SUPPLIED DATA:
import { Command, CommanderError } from 'commander';
import { formatMessage, InputError } from '../logs/index.js';
import { softwareVersion } from '../study/index.js';
import { checkCommand } from './check.js';
import { demoCommand } from './demo.js';
import { layoutCommand } from './layout.js';
import { newCommand } from './new.js';
import { notebookCommand } from './notebook.js';
import { runCommand } from './run.js';
import { watchCommand } from './watch.js';

const EXIT_MISTAKE = 2;

/** Runs the command line and gives its exit code: 0 done, 1 no fit possible, 2 a mistake in command, study or files. */
async function main(argv: readonly string[]): Promise<number> {
  let code = 0;
  const done = (result: number): void => {
    code = result;
  };
  const program = new Command('ppmwise')
    .description(
      'From exported RTK check shots on known marks to your own "a mm + b ppm", with honest intervals, and the maximum baseline that holds a tolerance.',
    )
    .version(softwareVersion())
    .exitOverride()
    .showHelpAfterError('Run with --help to see how it is called.');
  for (const command of [
    runCommand(done),
    checkCommand(done),
    layoutCommand(done),
    demoCommand(done),
    newCommand(done),
    notebookCommand(done),
    watchCommand(done),
  ]) {
    program.addCommand(command.exitOverride().showHelpAfterError('Run with --help to see how it is called.'));
  }
  try {
    await program.parseAsync(argv);
    return code;
  } catch (error) {
    // Commander has printed its own message; asking for help or the version is no mistake.
    if (error instanceof CommanderError) return error.exitCode === 0 ? 0 : EXIT_MISTAKE;
    if (error instanceof InputError) {
      process.stderr.write(`${error.messages.map(formatMessage).join('\n')}\n`);
      return EXIT_MISTAKE;
    }
    const known = systemMistake(error);
    if (known !== null) {
      process.stderr.write(`error: ${known}\n`);
      return EXIT_MISTAKE;
    }
    throw error;
  }
}

/** What the operating system refused: the user can mend it, so it gets a sentence and no stack trace. */
function systemMistake(error: unknown): string | null {
  const { code, path } = error as NodeJS.ErrnoException;
  const words: Readonly<Record<string, string>> = {
    EACCES: 'Permission was denied',
    EPERM: 'Permission was denied',
    EROFS: 'The disk cannot be written',
    ENOSPC: 'The disk is full',
    ENOTDIR: 'A folder was expected and a file is there',
    EISDIR: 'A file was expected and a folder is there',
    ENOENT: 'A file vanished',
    EEXIST: 'A file is in the way',
  };
  const word = code === undefined ? undefined : words[code];
  return word === undefined
    ? null
    : `${word}${path === undefined ? '' : `: ${path}`}. Mend that and run again.`;
}

// A reader that closes the pipe early (head, less) is no error.
process.stdout.on('error', (error: NodeJS.ErrnoException) => {
  if (error.code === 'EPIPE') process.exit(0);
  throw error;
});

process.exitCode = await main(process.argv);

REQUIRED WORK:
Reproducing the whole listing above is not the task. Copy exactly only the lines from the one with "it is called.'));" to the one with "if (error instanceof InputError)", both kept.

OUTPUT FOR THIS TASK:
    program.addCommand(command.exitOverride().showHelpAfterError('Run with --help to see how it is called.'));
  }
  try {
    await program.parseAsync(argv);
    return code;
  } catch (error) {
    // Commander has printed its own message; asking for help or the version is no mistake.
    if (error instanceof CommanderError) return error.exitCode === 0 ? 0 : EXIT_MISTAKE;
    if (error instanceof InputError) {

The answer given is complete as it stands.